This happens because the divide for both Vector types was implemented as a multiply by (1/x) to avoid unnecessary divides. In contemporary times vector instructions mean that this is probably counterproductive.
The Vector3 variant is marked as inline so thanks to fast-math the optimizer manages to undo the mistake, but the Vector2 variant is not marked as inline, so fast-math can’t reach across the function boundary and you’re still left with an imprecise result.
To answer the question: The code has always been the same but the behavior probably changed at some point thanks to the optimizer interpreting things differently.

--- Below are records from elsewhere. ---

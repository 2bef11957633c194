"""A test given as D-values (e.g. a supplier's sheet or a quick spot check).

A D-value Dxx is by definition the size at xx % passing, so ``{"D15": 0.3}`` is
the curve point (0.3 mm, 15 %). These tests check that the core takes the
points as given (no invented curve), reads log-linearly between them as for
any curve (common practice on the semi-log chart, see docs/methods.md), and
says "needs data" for what the points do not cover.
"""

import json
import math

import pytest

from tamis import api


def evaluate(sample, base=None, rules=None):
    req = {"schema": 1, "op": "evaluate", "sample": sample}
    if base is not None:
        req["base"] = base
    if rules is not None:
        req["rules"] = rules
    return json.loads(api.handle(json.dumps(req)))


def by_id(resp):
    return {c["id"]: c for c in resp["result"]["checks"] if c.get("subject", "sample") == "sample"}


def test_d_values_become_points_of_the_curve():
    r = json.loads(api.handle(json.dumps({"schema": 1, "op": "gradation",
                                          "test": {"d_mm": {"D15": 0.3, "D85": 2.0}}})))
    assert r["ok"]
    pts = {(p["opening_mm"], p["passing_pct"]) for p in r["result"]["points"]}
    assert pts == {(2.0, 85.0), (0.3, 15.0)}
    d = r["result"]["d_mm"]
    assert d["D15"] == 0.3 and d["D85"] == 2.0
    # D50 by log-linear interpolation: ln D50 = ln 0.3 + (50-15)/(85-15) * (ln 2.0 - ln 0.3)
    expected = math.exp(math.log(0.3) + 0.5 * (math.log(2.0) - math.log(0.3)))
    assert d["D50"] == pytest.approx(expected, rel=1e-12)
    assert d["D10"] is None and d["D90"] is None  # never extrapolated
    assert "curve_from_d_values" in [f["code"] for f in r["findings"]]


def test_terzaghi_quick_check_from_d_values_alone():
    # A curve needs at least two points, so the filter is given by its D15 and D85 (as on a supplier sheet).
    # Terzaghi & Peck: D15F/D85B <= 4 (retention) and D15F/D15B >= 4 (permeability), ratio 4 by default.
    # D15F = 0.3, D85B = 0.08 -> 3.75 <= 4 passes; D15B = 0.01 -> 30 >= 4 passes.
    r = evaluate({"d_mm": {"D15": 0.3, "D85": 2.0}}, {"d_mm": {"D15": 0.01, "D85": 0.08}}, {"criteria": "terzaghi"})
    assert r["ok"], r
    c = by_id(r)
    assert c["filter.retention"]["status"] == "pass"
    assert c["filter.permeability"]["status"] == "pass"
    # D85B = 0.07 -> 0.3 / 0.07 = 4.29 > 4: retention fails.
    r = evaluate({"d_mm": {"D15": 0.3, "D85": 2.0}}, {"d_mm": {"D15": 0.01, "D85": 0.07}}, {"criteria": "terzaghi"})
    assert by_id(r)["filter.retention"]["status"] == "fail"
    assert r["result"]["verdict"] == "reject"


def test_nrcs_quick_check_needs_the_base_fines_and_no4_passing():
    # NRCS NEH 633 Ch. 26 (1994, from memory): the category comes from % passing 0.075 mm after regrading on
    # 4.75 mm, so without P(4.75) and P(0.075) of the base the retention limit cannot be set.
    r = evaluate({"d_mm": {"D15": 0.3, "D85": 2.0}}, {"d_mm": {"D15": 0.004, "D85": 0.05}})
    assert by_id(r)["filter.retention"]["status"] == "needs_data"
    # With them: 100 % passing 4.75 mm and 90 % passing 0.075 mm -> category 1, D15F <= 9 x 0.05 = 0.45 mm.
    base = {"d_mm": {"D15": 0.004, "D85": 0.05},
            "passing": [{"opening_mm": 4.75, "passing_pct": 100.0}, {"opening_mm": 0.075, "passing_pct": 90.0}]}
    r = evaluate({"d_mm": {"D15": 0.3, "D85": 2.0}}, base)
    assert r["result"]["base_category"] == 1
    assert r["result"]["limits"]["d15_max_mm"] == pytest.approx(0.45, rel=1e-9)
    assert by_id(r)["filter.retention"]["status"] == "pass"


@pytest.mark.parametrize("d_mm, code, field", [
    ({"X15": 0.3}, "bad_d_value_name", "sample.d_mm.X15"),
    ({"D150": 0.3}, "bad_d_value_name", "sample.d_mm.D150"),
    ({"D15": -1}, "out_of_range", "sample.d_mm.D15"),
    ({"D15": "0.3"}, "not_a_number", "sample.d_mm.D15"),
    ({"D15": 0.3, "D85": 0.2}, "passing_rises", "sample.d_mm.D85"),
    ({"D15": 0.3}, "too_few_points", "sample.passing"),
])
def test_bad_d_values_are_refused_with_their_field(d_mm, code, field):
    r = evaluate({"d_mm": d_mm})
    assert r["ok"] is False
    assert r["error"]["code"] == code
    assert r["error"]["field"] == field
    assert "points[" not in r["error"]["message"]


def test_d_values_and_masses_cannot_be_mixed():
    r = evaluate({"d_mm": {"D15": 0.3, "D85": 2.0},
                  "sieves": [{"opening_mm": 4.75, "retained_g": 0}], "dry_mass_g": 100})
    assert r["ok"] is False and r["error"]["code"] == "conflicting_fields"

This is so very interesting! Thank you for looking into this!
I don’t know what the process is for submitting a change in the Roblox source code, is this something that seems like it’s worth fixing, or should I accept the behavior and move on?
It’s worth fixing (in that it’s indicative of optimization failures), however you should also probably move on for now, because it’s a problem in the low level Vector2 type used throughout the engine so it won’t be possible to just throw in a simple fix for it. Some due-diligence that changing it doesn’t break anything will be required.
BTW, note that we don’t implement fast-math. Breaking IEEE math is bad when you’re supporting multiple platforms and need consistent semantics. Imagine if we tried to support server-authoritative replay when clients and servers always disagreed about how floats work…
Oh ok, this is very interesting. Yeah this makes sense, and I agree that we should want repeatable and consistent math.
Tangentially, I have implemented server authoritative physics, animation, etc, for a game we’ve been working on, and, unfortunately, servers and clients always disagree about how subnormal floats work.
Slightly off-topic, but is there a reason Vector2 doesn’t use the native vector type? Is there just not a net performance gain or is it something technical?
Yeah, the Physics system is messing up flush-to-zero mode because of a threading problem. Agreed, it’s a big predictability hazard.
It’s inconsistent even on the same machine because flush-to-zero happens on a per-thread basis - Physics will run on some thread and set the FTZ mode, your script runs on that thread and gets flush to zero behavior, and then your script switches to a different thread the next frame and now the behavior is different.
We’ll fix this, probably by just forcing flush-to-zero everywhere.
Sorry for slightly off-topic but.
I am deeply interested how the Roblox engine works on the system-level.
I’ve been learning/learned languages like C++ and Rust and it’s always small and simple details like this in how software is written that just boggles my mind.
The crazy things that programmers sometimes do to get a few extra CPU cycles/instructions out of a program is wild.
May I ask, will there eventually be a staff post or place where we can ask questions or explore these things?
The answer to that one would be “not on Roblox”. Details of the C++ implementation of the engine are usually a bit out of scope of the discussion here.
At least not directly… there is a fair bit of popular open source community tooling for Roblox written in lower level languages (as I’m sure you’re aware), so that can be one place to satisfy your curiosity.